As we head into the accounting year end for academies, conversations will be held with auditors about the 'threshold of materiality'. How can we as a society have a broader conversation with those people who are completely convinced that they don't matter?

If you do anything today, make someone else believe they matter to you and to others.

P.S. Apologies to the Police for the mangling of their song title.

Monday, 2 July 2018

Echoes of the past and judging fishes by their ability to climb trees...

One of the things that I've always had difficulty articulating is the size and scale of the unknown unknowns that are the unintended consequences of structural reform in our fragmented education system. 

Taken together with the fallacy of understanding (i.e. just because I think I understand the problem doesn't mean that I do; just because I am clear about what I think I said doesn't mean that you understood me; just because you say you understand etc. etc. ... you get my drift)

There's an adage used in education circles which is often misattributed to Einstein
"Everybody is a genius. But if you judge a fish by its ability to climb a tree, it will live its whole life believing that it is stupid." 
The 'quote' is rolled out when discussing the utility or lack thereof in testing children. But I think there is more mileage when thinking about the system as a whole. I spent a significant portion of the 1990s living and working in Moscow when the former Soviet Union was completely reinventing itself under Yeltsin. I have made comparisons before on conference platforms between this period of furious making-it-up-as-we-go and the ongoing process of structural education reforms in this country.

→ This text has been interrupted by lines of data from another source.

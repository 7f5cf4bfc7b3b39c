/**
 * Nominal flexural strength Mn of hollow structural sections, AISC 360-22 F7 (rectangular and
 * square HSS about the axis parallel to the flanges of width B) and F8 (round HSS), with
 * φb = 0.90 / Ωb = 1.67 (F1).
 *
 * Status: equations from memory of the Specification (360-16 numbering: F7-1 … F7-4, F7-6,
 * F7-10 … F7-13, F8-1 … F8-4; unchanged in 360-22 as far as recalled). Slender webs (F7-7, F7-8)
 * and D/t > 0.45E/Fy come back as `supported: false`.
 */
import { assertFinite } from '../../model/issue';
import {
	classifyRectHssFlexure,
	classifyRoundHssFlexure,
	type SectionCompactness
} from './compactness';
import { FLEXURE_FACTORS, type ResistanceFactors } from './resistance';

/** One limit state's Mn (N·mm) and its equation; Mn null where the limit state does not apply. */
export interface HssLimitState {
	Mn: number | null;
	equation: string;
}

/** Mn of an HSS with its limit states. */
export type HssFlexure =
	| {
			supported: true;
			/** Least of the limit states, N·mm. */
			Mn: number;
			/** Mp = Fy·Z, N·mm. */
			Mp: number;
			governing: string;
			clause: string;
			factors: ResistanceFactors;
			limitStates: Record<string, HssLimitState>;
			compactness: SectionCompactness;
			/** Effective width be of a slender compression flange (F7-4), mm. */
			be?: number;
			/** Effective section modulus Se (F7-3), mm³. */
			Se?: number;
			/** LTB limiting lengths of rectangular HSS (F7-12, F7-13), mm. */
			Lp?: number;
			Lr?: number;
	  }
	| { supported: false; clause: string; reason: string; compactness: SectionCompactness };

/** Inputs of {@link computeRectHssFlexure}; N, mm, MPa. */
export interface RectHssFlexureInput {
	/** Outside width B (flanges, in compression on one side) and depth H (webs), mm. */
	B: number;
	H: number;
	/** Design wall thickness, mm (0.93 × nominal for ASTM A500, B4.2). */
	t: number;
	Fy: number;
	E: number;
	/** Gross area, second moment, elastic and plastic moduli about the bending axis. */
	A: number;
	Ix: number;
	Sx: number;
	Zx: number;
	/** Minor-axis radius of gyration and torsional constant, for F7.4. */
	ry: number;
	J: number;
	/** Unbraced length, mm, and Cb (F1-1). */
	Lb: number;
	Cb: number;
}

/**
 * Effective width of a slender HSS compression flange,
 * be = 1.92·t·√(E/Fy)·[1 − 0.38/(b/t)·√(E/Fy)] ≤ b (F7-4), b = B − 3t.
 * @example computeHssEffectiveWidth({ B: 8, t: 0.174, E: 29000, Fy: 46 }) // ≈ 6.53 in
 */
export function computeHssEffectiveWidth(o: {
	B: number;
	t: number;
	E: number;
	Fy: number;
}): number {
	const b = o.B - 3 * o.t;
	const root = Math.sqrt(o.E / o.Fy);
	return Math.min(b, 1.92 * o.t * root * (1 - (0.38 / (b / o.t)) * root));
}

/**
 * Effective section modulus Se for F7-3: the flat part of the compression flange beyond be is
 * taken out (a strip (b − be)·t at the flange's mid-thickness), the neutral axis moves toward
 * the tension flange, and Se = Ieff / (distance to the compression face). The strip's own
 * second moment about its axis, (b − be)·t³/12, is taken out too.
 */
export function computeHssEffectiveModulus(o: {
	B: number;
	H: number;
	t: number;
	A: number;
	Ix: number;
	be: number;
}): number {
	const removed = (o.B - 3 * o.t - o.be) * o.t;
	const y = (o.H - o.t) / 2;
	const shift = (removed * y) / (o.A - removed);
	const Ieff =
		o.Ix -
		removed * y * y -
		((o.B - 3 * o.t - o.be) * o.t ** 3) / 12 -
		(o.A - removed) * shift ** 2;
	return Ieff / (o.H / 2 + shift);
}

/** F7.4: lateral-torsional buckling, rectangular HSS bent about the major axis (H > B). */
function rectHssLtb(o: RectHssFlexureInput, Mp: number) {
	if (o.H <= o.B) return { state: { Mn: null, equation: 'none (square or minor axis)' } };
	const root = Math.sqrt(o.J * o.A);
	const Lp = (0.13 * o.E * o.ry * root) / Mp;
	const Lr = (2 * o.E * o.ry * root) / (0.7 * o.Fy * o.Sx);
	if (o.Lb <= Lp) return { Lp, Lr, state: { Mn: null, equation: 'none (Lb ≤ Lp)' } };
	if (o.Lb <= Lr) {
		const Mr = 0.7 * o.Fy * o.Sx;
		const Mn = Math.min(Mp, o.Cb * (Mp - ((Mp - Mr) * (o.Lb - Lp)) / (Lr - Lp)));
		return { Lp, Lr, state: { Mn, equation: 'F7-10' } };
	}
	const Mn = Math.min(Mp, (2 * o.E * o.Cb * root) / (o.Lb / o.ry));
	return { Lp, Lr, state: { Mn, equation: 'F7-11' } };
}

/** The least of the limit states, with its name. */
function pickLeast(Mp: number, states: Record<string, HssLimitState>) {
	let Mn = Mp;
	let governing = 'yielding';
	for (const [name, s] of Object.entries(states)) {
		if (s.Mn !== null && s.Mn < Mn) {
			Mn = s.Mn;
			governing = name;
		}
	}
	return { Mn: assertFinite(Mn, 'AISC HSS Mn'), governing };
}

/**
 * Rectangular or square HSS (F7): the least of yielding Mp = Fy·Z (F7-1), flange local buckling
 * (noncompact: Mp − (Mp − Fy·S)(3.57(b/t)√(Fy/E) − 4.0) ≤ Mp, F7-2; slender: Fy·Se, F7-3 with
 * be of F7-4), web local buckling (noncompact: Mp − (Mp − Fy·S)(0.305(h/t)√(Fy/E) − 0.738)
 * ≤ Mp, F7-6) and, for H > B, lateral-torsional buckling (F7-10, F7-11 with Lp, Lr of F7-12,
 * F7-13).
 * Example: HSS 8x8x1/4 (design t = 0.233 in) at Fy = 50 ksi has b/t = 31.3, a noncompact
 * flange, and F7-2 governs (test/validation/aisc-design-examples-hss-flexure.test.ts).
 */
export function computeRectHssFlexure(o: RectHssFlexureInput): HssFlexure {
	const compactness = classifyRectHssFlexure(o);
	const [flange, web] = compactness.elements;
	if (web.status === 'slender') {
		const reason = 'The HSS web is slender for flexure (F7.3(c)): not covered by this tool.';
		return { supported: false, clause: 'AISC 360-22 F7.3(c)', reason, compactness };
	}
	const Mp = o.Fy * o.Zx;
	const My = o.Fy * o.Sx;
	const rootFyE = Math.sqrt(o.Fy / o.E);
	const limitStates: Record<string, HssLimitState> = {};
	let be: number | undefined;
	let Se: number | undefined;
	if (flange.status === 'noncompact') {
		const Mn = Math.min(Mp, Mp - (Mp - My) * (3.57 * flange.lambda * rootFyE - 4.0));
		limitStates['flange local buckling'] = { Mn, equation: 'F7-2' };
	} else if (flange.status === 'slender') {
		be = computeHssEffectiveWidth(o);
		Se = computeHssEffectiveModulus({ ...o, be });
		limitStates['flange local buckling'] = { Mn: o.Fy * Se, equation: 'F7-3' };
	}
	if (web.status === 'noncompact') {
		const Mn = Math.min(Mp, Mp - (Mp - My) * (0.305 * web.lambda * rootFyE - 0.738));
		limitStates['web local buckling'] = { Mn, equation: 'F7-6' };
	}
	const ltb = rectHssLtb(o, Mp);
	limitStates['lateral-torsional buckling'] = ltb.state;
	const { Mn, governing } = pickLeast(Mp, limitStates);
	const equation = limitStates[governing]?.equation ?? 'F7-1';
	return {
		supported: true,
		Mn,
		Mp,
		governing,
		clause: `AISC 360-22 F7 (${equation})`,
		factors: FLEXURE_FACTORS,
		limitStates,
		compactness,
		be,
		Se,
		Lp: ltb.Lp,
		Lr: ltb.Lr
	};
}

/**
 * Round HSS (F8), valid for D/t < 0.45E/Fy: the least of yielding Mp = Fy·Z (F8-1) and local
 * buckling (noncompact: (0.021E/(D/t) + Fy)·S, F8-2; slender: Fcr·S with Fcr = 0.33E/(D/t),
 * F8-3, F8-4).
 * @param o.D outside diameter, o.t design wall thickness (mm), o.S, o.Z mm³
 * Example: a 20 in round HSS with t = 0.233 in at Fy = 46 ksi has D/t = 85.8, noncompact, and
 * F8-2 governs.
 */
export function computeRoundHssFlexure(o: {
	D: number;
	t: number;
	Fy: number;
	E: number;
	S: number;
	Z: number;
}): HssFlexure {
	const compactness = classifyRoundHssFlexure(o);
	const wall = compactness.elements[0];
	if (wall.lambda >= (0.45 * o.E) / o.Fy) {
		const reason = 'D/t is not below 0.45E/Fy: F8 does not apply (F8 scope).';
		return { supported: false, clause: 'AISC 360-22 F8', reason, compactness };
	}
	const Mp = o.Fy * o.Z;
	const limitStates: Record<string, HssLimitState> = {};
	if (wall.status === 'noncompact') {
		const Mn = ((0.021 * o.E) / wall.lambda + o.Fy) * o.S;
		limitStates['local buckling'] = { Mn, equation: 'F8-2' };
	} else if (wall.status === 'slender') {
		limitStates['local buckling'] = { Mn: ((0.33 * o.E) / wall.lambda) * o.S, equation: 'F8-3' };
	}
	const { Mn, governing } = pickLeast(Mp, limitStates);
	const equation = limitStates[governing]?.equation ?? 'F8-1';
	return {
		supported: true,
		Mn,
		Mp,
		governing,
		clause: `AISC 360-22 F8 (${equation})`,
		factors: FLEXURE_FACTORS,
		limitStates,
		compactness
	};
}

The contrasts I drew were that in a self-reinventing system, control and oversight is often knee-jerk and self-contradictory. But the analogy also works elsewhere.

I remember with great fondness the introduction of Western financial services products to Russia when Russian citizens had absolutely no concept of what 'insurance' or 'bank loans' were in much the same way as a fish lacks the construct of what a tree is and whether it should climb it. Russians would take out a loan to buy a car and then refuse to make any repayments and be utterly bewildered by threats from hastily invented bailiffs who lacked the legal authority to proceed.

Turning a school into an academy is entirely analogous with this in that both the headteachers to whom we are entrusting the management of the system and the self-multiplying central bureaucrats who are running to keep up with the inevitable chaos that ensues lack the constructs to deal with it and often lack an understanding of each other's behaviour. So genuine mistake begets overreaction begets mistrust begets centralisation and control begets waste...

Oddly this though rhymes with another conversation I had last week with a fellow linguist about Allophonia. We were talking about synthetic phonics and the weaknesses of separating sound from meaning in the teaching of language. I remembered with fondness Anthony Burgess's book, "A mouthful of air" which I had loved when I was young. In it Burgess explains the problem of Allophonia as being unable to distinguish between two phonemes because one does not know how to make them in one's mouth.

He describes the classic English speaker's complete inability to distinguish between the French words 'dessus' and 'desous' (above and below... which is kind of important). And then explains how to make a French 'u' sound by using English phonemes. First arrange your lips teeth and tongue to make the sound 'ee' as in bleed and then keeping the tongue and teeth in that position round your lips to make an 'o' as in blow. Practise that for a bit and you will start to hear the difference between 'dessus' and 'dessous'.

This fundamental weakness of blaming people for not being able to distinguish between things of which they have no experience and then overreacting to their failing plays itself out across the sector daily.